So during my early career there, I was fortunate enough to help grow and build a lot of these SRE teams, and embed them into different business units across the company, and really start doing the actual knowledge share. And I think that's the actual secret is, "Hey Team A over here that's embedded with this sports BU, is collaborating now with this SRE team, and now I'm supporting something like streaming." And getting to actually share ideals and technology in many different ways on how they're solving many of the same problems, but just in different ways. And so at the time I had roughly about five or six teams, and not only did we have our own stand-ups, and our own ways of working with the Project Managers within each segment, but I would bring them together every month. So we actually started collaborating, and shared those ideals, automation, things like [inaudible 00:04:59] modules. At that time, roughly about 2012, 2013, it was all about Chef. So Chef were really brought into the company, and that's where we really built this library of cookbooks to allow SREs or operators at the time, to actually start developing these cookbooks, and we would host them in this online library mainly at the time on GitHub.

And the way that we helped teams collaborate on all this automation, is we would pick librarians, folks from all across the company that would meet up once a month, and we would go through this software life cycle of reviewing all the requests that people made for features, to be brought into these cookbooks. So that's early stages of really how SRE, and DevOps, and all the automation really came to be within this media company. And then there's a fundamental shift towards containers, and so that's where I'm at now, and really that five to six year journey of how we started to really help teams, or help our business units build these SRE teams focus in different pillars.

Kurt Andersen (06:15):

So initially, these five or six teams were all, you were managing these five or six teams, is that right?

Brian Scott (06:21):

That's correct.

Kurt Andersen (06:22):

Then moved an extra level of interaction by getting a librarian, almost like a team lead, from these different teams, if I'm understanding correctly?

Brian Scott (06:33):

Each one of our teams, we try to incorporate a team lead, that is usually someone who's very passionate about leading a team, someone who's typically in a staff or a senior staff role. And so staffs, and senior staffs are treated more like leaders on a team, really engaging with the business unit to ensure that the SRE team is meeting the demand, and the needs of the products that that business unit is actually creating. And so a lot of times it's that SRE team's job to hold quarterly business reviews with that business unit, to talk about all the products that they're managing for them, from an infrastructure perspective, talk about all the incidents as well, all the postmortems, and then also from a cost optimization standpoint, work with that business units finance teams as well, to help them cost optimize for whatever products they're running either on-prem or in the cloud. That team lead role is really important.

Kurt Andersen (07:38):

Yeah, it sounds like it. How do you pick which business units, or sub organizations get SRE teams? Because SRE are always in demand, and it seems like there is always more demand than there are people.

Brian Scott (07:59):

As my leader always says, SRE is a scarce resource, and so we really have to focus on high value targets. So really for us, the core of our SRE organization is within corporate. But do understand that every pillar within this media company, they do have their own technology centers. They have their SRE teams that work directly for each pillar, but we're looked at more as professional services. Although we have a dedicated SRE team embedded in every one of these pillars within the media company supporting all the various businesses, we also work with their technology teams that directly work for that business unit and/or that segment. A lot of the work that we get is actually word of mouth. Or, hey, this one business unit, their leaders or their CTO is talking to a different CTO, and suddenly we get an email and it turns into a whole new engagement.

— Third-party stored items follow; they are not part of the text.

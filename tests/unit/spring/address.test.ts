import fc from 'fast-check'
import { describe, expect, it } from 'vitest'
import { EvaluateRequestSchema } from '#shared/schemas/spring'
import { readSpringAddress, SpringSheetQuerySchema } from '#shared/schemas/spring/sheet'
import { SPRING_KINDS } from '#shared/spring/codes'
import { typedText, writeAddress } from '#shared/spring/sheet/address'
import { ADDRESS_PARAMS } from '#shared/spring/sheet/address-params'
import { EXAMPLE_ADDRESSES } from '#shared/spring/sheet/examples'
import { anySpring } from './springs-of-all-kinds'

describe('the address of a spring', () => {
  it('gives the very spring back that was written, whatever its kind and fields', () => {
    fc.assert(fc.property(anySpring, (spring) => {
      expect(EvaluateRequestSchema.safeParse(spring).success).toBe(true)
      const read = readSpringAddress(writeAddress(spring))
      expect(read.faults).toEqual({})
      expect(read.spring).toEqual(spring)
    }), { numRuns: 500 })
  })

  it('survives the query of a real address', () => {
    fc.assert(fc.property(anySpring, (spring) => {
      const query = writeAddress(spring)
      expect(Object.fromEntries(new URLSearchParams(new URLSearchParams(query).toString()))).toEqual(query)
    }))
  })

  it('never throws and never passes what the schema refuses, whatever the query holds', () => {
    const name = fc.oneof(fc.constantFrom(...ADDRESS_PARAMS.map(param => param.name), 'kind', '__proto__', 'constructor', 'toString', 'p7', ''), fc.string())
    const value = fc.oneof(fc.string({ maxLength: 80 }), fc.constantFrom('1e999mm', '-5mm', 'NaN', '1,500', '2.5', '2.5 furlongs', 'L', 'F', 'a90deg', 'L50N', '<script>', '../../etc', '%00', '\u0000', '9'.repeat(500)))
    const kind = fc.oneof(fc.constantFrom(...SPRING_KINDS), fc.string())
    fc.assert(fc.property(kind, fc.array(fc.tuple(name, value), { maxLength: 20 }), (kind, entries) => {
      const read = readSpringAddress(Object.fromEntries([...entries, ['kind', kind]]))
      if (read.spring) expect(EvaluateRequestSchema.safeParse(read.spring).success).toBe(true)
      else expect(Object.keys(read.faults).length + Object.keys(read.missing).length).toBeGreaterThan(0)
    }), { numRuns: 2000 })
  })

  it('names the parameter that cannot be read, and keeps the others', () => {
    const { spring, faults, kind } = readSpringAddress({ ...EXAMPLE_ADDRESSES.compression, d: '2,500', p2: '35 furlongs', ends: 'sharp', colour: 'red' })
    expect(kind).toBe('compression')
    expect(spring).toBeNull()
    expect(Object.keys(faults).sort()).toEqual(['colour', 'd', 'ends', 'p2'])
    expect(faults.d).toContain('two ways')
  })

  it('names the parameter whose value is out of bounds or clashes with another', () => {
    const { faults } = readSpringAddress({ ...EXAMPLE_ADDRESSES.compression, nt: '2', p2: 'L0mm', temperature: '-300C', bore: '5mm' })
    expect(Object.keys(faults).sort()).toEqual(['bore', 'p2', 'temperature'])
    expect(readSpringAddress({ ...EXAMPLE_ADDRESSES.compression, nt: '2' }).faults).toEqual({ nt: expect.stringContaining('cannot be less') as string })
    const gap = readSpringAddress({ ...EXAMPLE_ADDRESSES.compression, p1: '', p2: 'L50mm', p4: 'F0N' })
    expect(Object.keys(gap.faults), 'the fourth point, although the second of those given').toEqual(['p4'])
  })

  it('tells what is missing from what is wrong', () => {
    const { spring, faults, missing } = readSpringAddress({ kind: 'extension', d: '1.6mm' })
    expect(spring).toBeNull()
    expect(faults).toEqual({})
    expect(Object.keys(missing).sort()).toEqual(['D', 'F0', 'material'])
    expect(Object.keys(readSpringAddress({ kind: 'extension', material: 'ASTM-A228', d: '1.6mm', D: '12mm', F0: '3N' }).missing)).toEqual(['nb'])
  })

  it('reads inch and metric, with and without a letter before a point', () => {
    const metric = readSpringAddress(EXAMPLE_ADDRESSES.compression).spring
    const inch = readSpringAddress({ ...EXAMPLE_ADDRESSES.compression, d: '0.0984251968503937in', p1: '50mm', p2: '35' }).spring
    expect(inch?.wireDiameterMm).toBeCloseTo(2.5, 12)
    expect(inch && 'points' in inch && inch.points).toEqual(metric && 'points' in metric && metric.points)
    expect(readSpringAddress({ ...EXAMPLE_ADDRESSES.compression, p2: '120N' }).spring).toMatchObject({ points: [{ lengthMm: 50 }, { forceN: 120 }] })
    expect(readSpringAddress({ ...EXAMPLE_ADDRESSES.torsion, p1: '3lbfin' }).spring).toMatchObject({ points: [{ momentNmm: expect.closeTo(338.954487, 5) as number }, { angleDeg: 90 }] })
  })

  it.each(SPRING_KINDS)('has an example of a %s spring that passes every check of severity stop', async (kind) => {
    const { spring } = readSpringAddress(EXAMPLE_ADDRESSES[kind])
    if (!spring) throw new Error('the example cannot be read')
    const { sheetOf } = await import('#shared/spring/sheet')
    expect(sheetOf(spring).sheet.checks.filter(check => !check.ok && check.severity === 'stop')).toEqual([])
  })
})

describe('what is typed into a field', () => {
  it.each([
    ['2.5', 'length', 'metric', '2.5mm'], ['0.1', 'length', 'inch', '0.1in'], ['1 1/2', 'length', 'inch', '1 1/2in'], ['1e-2', 'length', 'metric', '1e-2 mm'], ['3 thou', 'length', 'metric', '3 thou'],
    [' 12 ', 'force', 'inch', '12lbf'], ['', 'force', 'metric', ''], ['abc', 'angle', 'metric', 'abc'], ['1,500', 'length', 'metric', '1,500'],
  ] as const)('%s as a %s in %s is held as %s', (typed, quantity, units, held) => {
    expect(typedText(typed, quantity, units)).toBe(held)
  })
})

describe('the query of a data sheet', () => {
  it('takes what the page takes, and the units to print in', () => {
    const parsed = SpringSheetQuerySchema.parse({ ...EXAMPLE_ADDRESSES.torsion, units: 'inch' })
    expect(parsed.units).toBe('inch')
    expect(parsed.spring).toEqual(readSpringAddress(EXAMPLE_ADDRESSES.torsion).spring)
    expect(parsed.query).toEqual(EXAMPLE_ADDRESSES.torsion)
  })

  it('names each parameter that is wrong or missing', () => {
    const refused = SpringSheetQuerySchema.safeParse({ kind: 'compression', d: 'x', units: 'parsec' })
    expect(refused.success).toBe(false)
    expect(refused.error?.issues.map(issue => issue.path.join('.')).sort()).toEqual(['D', 'L0', 'd', 'material', 'n', 'units'])
  })
})
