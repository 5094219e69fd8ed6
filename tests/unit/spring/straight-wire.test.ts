import { describe, expect, it } from 'vitest'
import { evaluateExtension } from '#shared/spring'
import { straightWireElongationMm, straightWireLengthMm, straightWireRadiusMm, straightWireRateNPerMm, twistOfOneCoilTurns } from '#shared/spring/straight-wire'

// Common practice, no source: copper, soft, about 110 GPa and 200 N/mm2.
const COPPER_MPA = 110_000
const SOFT_COPPER_MPA = 200

describe('a straight wire as a spring', () => {
  it('stays elastic only to a fraction of a percent', () => {
    expect(straightWireElongationMm({ youngsModulusMpa: COPPER_MPA, stressMpa: SOFT_COPPER_MPA, lengthMm: 100 })).toBeCloseTo(0.18, 2)
  })

  it('of copper must be 0.55 m long to give 1 mm, and 18 micrometres in radius for 200 N/m', () => {
    const lengthMm = straightWireLengthMm({ youngsModulusMpa: COPPER_MPA, stressMpa: SOFT_COPPER_MPA, elongationMm: 1 })
    expect(lengthMm).toBeCloseTo(550, 9)
    const radiusMm = straightWireRadiusMm({ youngsModulusMpa: COPPER_MPA, rateNPerMm: 0.2, lengthMm })
    expect(radiusMm * 1000).toBeCloseTo(17.8, 1)
    expect(straightWireRateNPerMm({ youngsModulusMpa: COPPER_MPA, radiusMm, lengthMm })).toBeCloseTo(0.2, 12)
  })
})

describe('the same wire in a coil', () => {
  const spring = { kind: 'extension', material: 'EN10270-1-SH', wireDiameterMm: 1, meanDiameterMm: 10, bodyCoils: 30, initialTensionN: 4 } as const

  it('twists each coil by only a small part of a turn at the load allowed', () => {
    const { greatestForceN } = evaluateExtension(spring)
    const turns = twistOfOneCoilTurns({ forceN: greatestForceN ?? Number.NaN, meanDiameterMm: 10, shearModulusMpa: 81_500, wireDiameterMm: 1 })
    expect(turns).toBeGreaterThan(0.01)
    expect(turns).toBeLessThan(0.15)
  })

  it('doubles the body of a close-wound spring within the stress allowed', () => {
    const { greatestLengthMm, insideHooksFreeLengthMm, bodyLengthMm } = evaluateExtension(spring)
    expect((greatestLengthMm ?? 0) - insideHooksFreeLengthMm).toBeGreaterThan(bodyLengthMm)
  })
})
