import type { CompressionInput, CompressionSizeRequest, MaterialCode, SizingWire } from '#shared/spring'
import { standardDiametersMm } from '#shared/spring'

/** A spring that passes every check: music-grade EN wire 2 mm on 16 mm, 8 coils, 60 mm free. */
export function makeSpring(overrides: Partial<CompressionInput> = {}): CompressionInput {
  return {
    kind: 'compression',
    material: 'EN10270-1-SH',
    wireDiameterMm: 2,
    meanDiameterMm: 16,
    activeCoils: 8,
    freeLengthMm: 60,
    ends: 'closed-ground',
    points: [{ lengthMm: 50 }, { lengthMm: 40 }],
    ...overrides,
  }
}

/** 50 N at 40 mm and 100 N at 30 mm: rate 5 N/mm, free length 50 mm. */
export function makeRequest(overrides: Partial<CompressionSizeRequest> = {}): CompressionSizeRequest {
  return { kind: 'compression', points: [{ lengthMm: 40, forceN: 50 }, { lengthMm: 30, forceN: 100 }], ...overrides }
}

/** Every diameter sold of the materials, as wires of a catalogue. */
export function makeWires(...codes: MaterialCode[]): SizingWire[] {
  return codes.flatMap(material => standardDiametersMm(material).map(d => ({ id: `${material} ${d}`, material, wireDiameterMm: d })))
}

export const EN_CODES: MaterialCode[] = ['EN10270-1-SL', 'EN10270-1-SM', 'EN10270-1-SH', 'EN10270-2-FDSiCr', 'EN10270-3-1.4310']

A lot of our engagements are short and long. We have engagements where, "Hey, a product team just needs an SRE for a fraction of a day to fix something." It could be just connecting two teams together. This dev team wants to understand, "Hey, how do we incorporate SSO or single sign on into our application?" And where we might dive in with them for two or three weeks, and then that engagement will end, and we'll move on to the next one. Or in some cases, we have engagements that may last six months where we're building out infrastructure, helping the Dev team with CICD, fully embedded in their scrums. And then at that point in time, we may hand off the work onto the centralized technology team that's in that segment, and move onto the next thing. Our engagements can go from anywhere from a few hours, to a few weeks, to even a few years. Currently I've been personally embedded with one current BU that focuses on a galaxy far far away, and I've been there for roughly six months.

These engagements are very variable, depending on what that business unit or that product team needs. So again, a lot of it is very much word of mouth, or especially since my role is the evangelism, me going out and actually talking to teams. And a good example of that is, I may come across someone in Slack having a problem. And I might say, "Hey, do you want to jump on zoom for 15 minutes, and we can power through it together?" This could be the first time I'm meeting this person, or it could be a person that I just randomly talk to every so often. Sometimes I'm just reaching out to people who I never really met before, and then next thing I know it turns into a full on engagement, and they want more of our help.

Kurt Andersen (10:59):

Okay. Interesting. Tell me a little bit more about this tech evangelist's role. Certainly you don't just troll Slack all day, looking for people who need your help.

Brian Scott (11:09):

Yeah, definitely. Obviously managing teams was taking a lot of my time. And so during that time as an SRE manager, I really started getting into the knack of helping out many different teams across the entire enterprise. Now this company is built of roughly 220,000 employees, so I'm meeting someone new every single day. Yeah. Pretty good size, right? So naturally a good 30, 40% of my time was actually helping teams learn and discover new technology, but also helping them find a SRE team to actually go out and support their needs.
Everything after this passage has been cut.